# Just for fun...



## Good_Karma (Jun 28, 2009)

Niko is from American show lines. I think he's perfect, but I'm extremely biased.  I'm not into showing, but am curious what a knowledgeable person would say about how he measures up to the breed standard. Sorry that I don't have anything resembling a proper stack.














































He's wiggly so it's hard to get a measurement on him, but I think he's a bit taller than standard (around 27 or 28 inches, but I could be measuring on the high side) and he weighed 86 pounds at the last weigh-in which was a couple months ago.
Any comments would be greatly appreciated.
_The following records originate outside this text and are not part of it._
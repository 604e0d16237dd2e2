"""What a PID block is set up as, and its settings turned into plain gains.

The settings are the numbers in the block's own registers; ``to_terms`` is the one place that knows
their forms and units.
"""

from dataclasses import dataclass
from enum import Enum, IntEnum
from math import isfinite


class Mode(IntEnum):
    """Codes of the mode register."""

    MAN = 0
    AUTO = 1
    CAS = 2


class Form(Enum):
    """How gain, integral and derivative combine."""

    IDEAL = "ideal"
    SERIES = "series"
    PARALLEL = "parallel"


class GainKind(Enum):
    """What the gain setting holds."""

    GAIN = "gain"
    PROPORTIONAL_BAND = "proportional band"


class GainPer(Enum):
    """What one unit of gain (or of proportional band) relates to."""

    PERCENT = "percent"
    ENGINEERING_UNIT = "engineering unit"


class IntegralKind(Enum):
    """What the integral setting holds."""

    TIME_S = "time in s"
    TIME_MIN = "time in min"
    REPEATS_PER_S = "repeats per s"
    REPEATS_PER_MIN = "repeats per min"
    GAIN_PER_S = "gain per s"
    GAIN_PER_MIN = "gain per min"
    GAIN_PER_EXECUTION = "gain per execution"


class DerivativeKind(Enum):
    """What the derivative setting holds."""

    TIME_S = "time in s"
    TIME_MIN = "time in min"
    GAIN_S = "gain in s"
    GAIN_MIN = "gain in min"
    GAIN_PER_EXECUTION = "gain per execution"


class Sign(Enum):
    """How the block tells direct from reverse action."""

    ACTION_FLAG = "action flag"
    SIGNED_GAIN = "signed gain"


class Action(Enum):
    """Reverse: PV up, output down.  Direct: PV up, output up."""

    REVERSE = "reverse"
    DIRECT = "direct"


class Algorithm(Enum):
    """What is computed in each scan: the output, or its increment."""

    POSITIONAL = "positional"
    INCREMENTAL = "incremental"


class AntiWindup(Enum):
    """What happens to the integral of the positional algorithm beyond a clamp; increments need nothing."""

    STOP = "stop"
    CONDITIONAL = "conditional"
    TRACKING = "tracking"


@dataclass(frozen=True, slots=True)
class BlockSpec:
    """The block as engineered.  ``derivative_filter_ratio`` is N in Td/N (``None``: no filter).

    ``tracking_time_s`` ``None`` takes the integral time.  ``integral_off`` and ``derivative_off`` switch a term off.
    """

    scan_s: float
    span_width_eu: float = 100.0
    form: Form = Form.IDEAL
    gain_kind: GainKind = GainKind.GAIN
    gain_per: GainPer = GainPer.PERCENT
    integral_kind: IntegralKind = IntegralKind.TIME_S
    integral_off: float = 0.0
    derivative_kind: DerivativeKind = DerivativeKind.TIME_S
    derivative_off: float = 0.0
    is_derivative_on_error: bool = False
    derivative_filter_ratio: float | None = 10.0
    setpoint_weight: float = 1.0
    sign: Sign = Sign.ACTION_FLAG
    action: Action = Action.REVERSE
    algorithm: Algorithm = Algorithm.POSITIONAL
    anti_windup: AntiWindup = AntiWindup.CONDITIONAL
    tracking_time_s: float | None = None
    sp_tracks_in_manual: bool = False
    op_low_pct: float = 0.0
    op_high_pct: float = 100.0


@dataclass(frozen=True, slots=True)
class Settings:
    """Gain, integral and derivative as the block's registers hold them, in its own units."""

    gain: float
    integral: float
    derivative: float = 0.0


@dataclass(frozen=True, slots=True)
class Terms:
    """Plain gains: %OP/%PV, 1/s and s.  ``sign`` is +1 for reverse and -1 for direct action."""

    sign: int
    gain: float
    integral_gain_per_s: float
    derivative_gain_s: float
    derivative_time_s: float
    filter_time_s: float
    tracking_time_s: float | None


def to_terms(spec: BlockSpec, settings: Settings) -> Terms:
    """Settings in the block's units to plain gains.  Raises ``ValueError`` on numbers that the block can't run on."""
    if not all(isfinite(number) for number in (settings.gain, settings.integral, settings.derivative)):
        raise ValueError("settings must be finite")
    if settings.integral < 0.0 or settings.derivative < 0.0:
        raise ValueError("integral and derivative must not be negative")
    sign, gain = _sign_and_gain(spec, settings.gain)
    to_pct = spec.span_width_eu / 100.0 if spec.gain_per is GainPer.ENGINEERING_UNIT else 1.0
    gain *= to_pct
    integral_gain_per_s = _integral_gain(spec, settings.integral, gain, to_pct)
    derivative_gain_s = _derivative_gain(spec, settings.derivative, gain, to_pct)
    derivative_time_s = derivative_gain_s / gain if gain > 0.0 else 0.0
    filter_time_s = derivative_time_s / spec.derivative_filter_ratio if spec.derivative_filter_ratio else 0.0
    tracking_time_s = spec.tracking_time_s
    if tracking_time_s is None and integral_gain_per_s > 0.0:
        tracking_time_s = gain / integral_gain_per_s
    return Terms(sign, gain, integral_gain_per_s, derivative_gain_s, derivative_time_s, filter_time_s, tracking_time_s)


def _sign_and_gain(spec: BlockSpec, setting: float) -> tuple[int, float]:
    if spec.sign is Sign.SIGNED_GAIN:
        sign, setting = (-1 if setting < 0.0 else 1), abs(setting)
    else:
        sign = -1 if spec.action is Action.DIRECT else 1
    if spec.gain_kind is GainKind.PROPORTIONAL_BAND:
        if not setting > 0.0:
            raise ValueError("a proportional band must be positive")
        return sign, 100.0 / setting
    if setting < 0.0:
        raise ValueError("the gain must not be negative: this block has an action flag")
    return sign, setting


def _integral_gain(spec: BlockSpec, setting: float, gain: float, to_pct: float) -> float:
    if setting == spec.integral_off:
        return 0.0
    if spec.integral_kind in (IntegralKind.TIME_S, IntegralKind.TIME_MIN) and setting == 0.0:
        raise ValueError(f"an integral time of 0 has no meaning; {spec.integral_off} switches the integral off")
    match spec.integral_kind:
        case IntegralKind.TIME_S:
            return gain / setting
        case IntegralKind.TIME_MIN:
            return gain / (60.0 * setting)
        case IntegralKind.REPEATS_PER_S:
            return gain * setting
        case IntegralKind.REPEATS_PER_MIN:
            return gain * setting / 60.0
        case IntegralKind.GAIN_PER_S:
            return to_pct * setting
        case IntegralKind.GAIN_PER_MIN:
            return to_pct * setting / 60.0
        case IntegralKind.GAIN_PER_EXECUTION:
            return to_pct * setting / spec.scan_s


def _derivative_gain(spec: BlockSpec, setting: float, gain: float, to_pct: float) -> float:
    if setting == spec.derivative_off:
        return 0.0
    match spec.derivative_kind:
        case DerivativeKind.TIME_S:
            return gain * setting
        case DerivativeKind.TIME_MIN:
            return gain * 60.0 * setting
        case DerivativeKind.GAIN_S:
            return to_pct * setting
        case DerivativeKind.GAIN_MIN:
            return to_pct * 60.0 * setting
        case DerivativeKind.GAIN_PER_EXECUTION:
            return to_pct * setting * spec.scan_s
Thank you!


----------



## gsd_lover (Aug 22, 2010)

Hi Leah,

He's a handsome boy, I have to admit I'm a fan of black & reds. You must get lots of compliments when you're out on a walk. I can't give you a critique because I'm definitely not qualified but he is a real looker.


----------



## Good_Karma (Jun 28, 2009)

gsd_lover said:


> Hi Leah,
> 
> He's a handsome boy, I have to admit I'm a fan of black & reds. You must get lots of compliments when you're out on a walk. I can't give you a critique because I'm definitely not qualified but he is a real looker.
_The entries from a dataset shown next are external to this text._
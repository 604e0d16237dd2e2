"""``python -m simulator RIG``: the soft plant as a process of its own.

Prints one JSON line when it is ready, then answers each line of its panel by one JSON line.
"""

import argparse
import asyncio
import json
import logging
import os
import signal
import sys
import threading
from collections.abc import Sequence

from simulator.faults import WireFaults
from simulator.modbus_server import PlantServer
from simulator.panel import Panel
from simulator.registers import Registers, map_lines
from simulator.rig import Rig, RigError, load_rig

EXIT_USAGE = 2
EXIT_ADDRESS = 3


def main(arguments: Sequence[str] | None = None) -> int:
    """Run the plant named on the command line; returns the exit code."""
    parser = argparse.ArgumentParser(
        prog="python -m simulator", description="A soft plant that answers Modbus/TCP and a panel on stdin."
    )
    parser.add_argument("rig", metavar="RIG", help="a rig file, or the name of a bundled rig such as juice-skid")
    parser.add_argument("--modbus", metavar="PORT", type=_port, default=0, help="Modbus/TCP port; 0 takes a free one")
    parser.add_argument("--host", default="127.0.0.1", help="address to listen on (default %(default)s)")
    parser.add_argument("--map", action="store_true", help="print the register map of the rig and end")
    parser.add_argument("--until-eof", action="store_true", help="end when stdin ends")
    options = parser.parse_args(arguments)
    try:
        rig = load_rig(options.rig)
    except RigError as fault:
        print(f"python -m simulator: {fault}", file=sys.stderr)
        return EXIT_USAGE
    if options.map:
        print("\n".join(map_lines(rig.build())))
        return 0
    logging.getLogger("pymodbus.logging").setLevel(logging.CRITICAL)
    try:
        asyncio.run(_run(rig, options.host, options.modbus, options.until_eof))
    except RuntimeError as fault:
        print(f"python -m simulator: {options.host}:{options.modbus}: {fault}", file=sys.stderr)
        return EXIT_ADDRESS
    return 0


def _port(word: str) -> int:
    if not word.isdecimal() or int(word) > 65535:
        raise argparse.ArgumentTypeError(f"{word!r} is no port; write 0 to 65535")
    return int(word)


async def _run(rig: Rig, host: str, port: int, is_until_eof: bool) -> None:
    plc, wire = rig.build(), WireFaults()
    panel = Panel(plc, wire)
    server = PlantServer(Registers(plc, word_order=rig.word_order), wire, device_id=rig.device_id, host=host, port=port)
    await server.start()
    scanning = asyncio.create_task(plc.run(), name="plc scans")
    lines = _stdin_lines(asyncio.get_running_loop())
    ended = asyncio.Event()
    for number in (signal.SIGTERM, signal.SIGINT):
        asyncio.get_running_loop().add_signal_handler(number, ended.set)
    _say({"ready": True, "modbus_port": server.port, "rig": rig.file.stem, "pid": os.getpid()})
    listening = asyncio.create_task(_serve_panel(panel, server, lines, is_until_eof, ended), name="panel")
    await asyncio.wait({scanning, listening, asyncio.ensure_future(ended.wait())}, return_when=asyncio.FIRST_COMPLETED)
    for task in (scanning, listening):
        task.cancel()
    outcomes = await asyncio.gather(scanning, listening, return_exceptions=True)
    await server.stop()
    for outcome in outcomes:
        if isinstance(outcome, Exception):
            raise outcome


async def _serve_panel(
    panel: Panel, server: PlantServer, lines: "asyncio.Queue[str | None]", is_until_eof: bool, ended: asyncio.Event
) -> None:
    while not panel.is_left and (line := await lines.get()) is not None:
        if line.strip():
            _say(panel.answer(line))
            server.follow_closings()
    if not panel.is_left and not is_until_eof:
        await ended.wait()
    ended.set()


def _stdin_lines(loop: asyncio.AbstractEventLoop) -> "asyncio.Queue[str | None]":
    """Lines of stdin, then ``None``.  A thread, because stdin may be a file, a terminal or a pipe."""
    lines: asyncio.Queue[str | None] = asyncio.Queue()

    def read_lines() -> None:
        try:
            for line in sys.stdin:
                loop.call_soon_threadsafe(lines.put_nowait, line)
            loop.call_soon_threadsafe(lines.put_nowait, None)
        except RuntimeError:
            return  # the plant has ended before its panel

    threading.Thread(target=read_lines, name="panel lines", daemon=True).start()
    return lines


def _say(answer: dict[str, object]) -> None:
    print(json.dumps(answer, allow_nan=False), flush=True)


if __name__ == "__main__":
    sys.exit(main())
Thank you so much! We actually don't get a ton of compliments, but when DH and I took the dogs out for ice cream last week, I did overhear two women in line oohing and aahing over him. I resisted the temptation to tell them he was mine and start bragging!

My mom thinks he's gorgeous too, but she knows even less about the breed standard than I do!


----------



## Whiteshepherds (Aug 21, 2010)

Good_Karma said:


> I resisted the temptation to tell them he was mine and start bragging!
> My mom thinks he's gorgeous too, but she knows even less about the breed standard than I do!


He might be over breed standard for height, hard to tell if he won't stand still so you can really measure him. 

Breed standard per the AKC site: *The desired height for males at the top of the highest point of the shoulder blade is 24 to 26 inches; and for bitches, 22 to 24 inches. The German Shepherd Dog is longer than tall, with the most desirable proportion as 10 to 8½. The length is measured from the point of the prosternum or breastbone to the rear edge of the pelvis, the ischial tuberosity. The desirable long proportion is not derived from a long back, but from overall length with relation to height, which is achieved by length of forequarter and length of withers and hindquarter, viewed from the side.*

If he really is 27"-28" he's a little over the standard, but it's not like you can make him shorter. 
As long as he's healthy, has good hips etc., love, hug, enjoy and go ahead...brag about him, he's a handsome dog!


----------



## Good_Karma (Jun 28, 2009)

Does it look like he has that roached back thing?


----------



## Good_Karma (Jun 28, 2009)

A few more pics for your consideration.







































Thanks to those who replied!


----------



## robinhuerta (Apr 21, 2007)

Handsome dog!
What is his pedigree.?
He looks more "German" type than American to me......I would be interested in seeing his bloodlines.


----------



## vat (Jul 23, 2010)

I am not an expert but he is one handsome boy!


----------



## Good_Karma (Jun 28, 2009)

robinhuerta said:


> Handsome dog!
> What is his pedigree.?
> He looks more "German" type than American to me......I would be interested in seeing his bloodlines.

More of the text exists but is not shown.